Collected data
━━━
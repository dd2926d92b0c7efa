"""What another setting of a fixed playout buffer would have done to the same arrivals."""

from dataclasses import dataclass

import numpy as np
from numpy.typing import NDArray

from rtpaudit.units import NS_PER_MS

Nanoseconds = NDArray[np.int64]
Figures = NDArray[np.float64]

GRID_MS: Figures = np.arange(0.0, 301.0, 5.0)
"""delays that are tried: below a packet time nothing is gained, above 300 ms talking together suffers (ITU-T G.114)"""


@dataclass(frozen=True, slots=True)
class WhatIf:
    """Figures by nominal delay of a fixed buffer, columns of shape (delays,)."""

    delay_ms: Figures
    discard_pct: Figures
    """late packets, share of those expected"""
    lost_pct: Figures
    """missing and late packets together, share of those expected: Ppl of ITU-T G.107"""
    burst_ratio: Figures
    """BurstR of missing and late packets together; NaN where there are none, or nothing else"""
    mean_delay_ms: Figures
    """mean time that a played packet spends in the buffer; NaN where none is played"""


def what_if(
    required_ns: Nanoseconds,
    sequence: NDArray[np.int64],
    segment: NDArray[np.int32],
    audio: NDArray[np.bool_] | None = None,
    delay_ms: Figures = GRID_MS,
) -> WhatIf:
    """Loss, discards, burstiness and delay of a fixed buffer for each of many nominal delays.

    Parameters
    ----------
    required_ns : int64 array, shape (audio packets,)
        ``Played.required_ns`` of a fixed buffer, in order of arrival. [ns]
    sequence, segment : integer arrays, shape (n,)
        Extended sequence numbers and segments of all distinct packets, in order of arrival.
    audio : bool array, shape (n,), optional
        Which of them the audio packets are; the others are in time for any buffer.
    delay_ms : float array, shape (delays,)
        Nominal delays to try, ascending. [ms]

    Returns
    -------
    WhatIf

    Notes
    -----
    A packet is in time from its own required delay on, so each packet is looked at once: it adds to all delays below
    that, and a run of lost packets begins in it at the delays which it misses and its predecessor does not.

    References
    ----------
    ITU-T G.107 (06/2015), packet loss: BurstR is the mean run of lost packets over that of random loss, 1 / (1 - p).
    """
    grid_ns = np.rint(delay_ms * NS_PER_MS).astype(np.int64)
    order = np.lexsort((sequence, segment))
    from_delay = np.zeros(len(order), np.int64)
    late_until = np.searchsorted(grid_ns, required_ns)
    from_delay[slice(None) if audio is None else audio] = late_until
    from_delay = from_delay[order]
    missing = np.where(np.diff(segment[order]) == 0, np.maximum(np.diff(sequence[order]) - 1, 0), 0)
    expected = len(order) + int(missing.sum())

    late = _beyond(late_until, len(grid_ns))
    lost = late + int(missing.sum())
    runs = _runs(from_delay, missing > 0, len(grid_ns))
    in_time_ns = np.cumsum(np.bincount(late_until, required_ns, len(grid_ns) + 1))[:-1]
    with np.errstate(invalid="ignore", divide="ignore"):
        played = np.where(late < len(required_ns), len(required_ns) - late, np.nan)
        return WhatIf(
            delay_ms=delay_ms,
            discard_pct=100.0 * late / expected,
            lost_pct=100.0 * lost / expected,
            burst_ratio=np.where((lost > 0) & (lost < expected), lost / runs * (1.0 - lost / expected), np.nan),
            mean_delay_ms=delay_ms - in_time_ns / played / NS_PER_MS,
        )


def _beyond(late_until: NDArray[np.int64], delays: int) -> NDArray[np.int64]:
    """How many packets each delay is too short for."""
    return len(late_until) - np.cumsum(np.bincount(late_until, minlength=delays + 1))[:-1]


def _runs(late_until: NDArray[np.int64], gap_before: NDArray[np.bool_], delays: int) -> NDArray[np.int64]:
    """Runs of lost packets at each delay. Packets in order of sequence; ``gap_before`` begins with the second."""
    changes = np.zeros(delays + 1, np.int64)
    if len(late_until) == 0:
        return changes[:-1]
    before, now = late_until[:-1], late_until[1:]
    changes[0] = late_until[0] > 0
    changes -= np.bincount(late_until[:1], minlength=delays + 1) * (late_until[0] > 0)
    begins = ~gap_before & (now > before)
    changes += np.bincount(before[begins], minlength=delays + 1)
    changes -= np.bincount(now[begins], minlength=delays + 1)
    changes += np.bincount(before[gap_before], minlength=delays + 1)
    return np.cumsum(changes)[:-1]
━━━
• [About this exercise]
Copy exactly the line that contains "changes = np.zeros(delays + 1, np.int64)" and every line after it, up to and including the last line of the records.

• [Finished exercise]
    changes = np.zeros(delays + 1, np.int64)
    if len(late_until) == 0:
        return changes[:-1]
    before, now = late_until[:-1], late_until[1:]
    changes[0] = late_until[0] > 0
    changes -= np.bincount(late_until[:1], minlength=delays + 1) * (late_until[0] > 0)
    begins = ~gap_before & (now > before)
    changes += np.bincount(before[begins], minlength=delays + 1)
    changes -= np.bincount(now[begins], minlength=delays + 1)
    changes += np.bincount(before[gap_before], minlength=delays + 1)
    return np.cumsum(changes)[:-1]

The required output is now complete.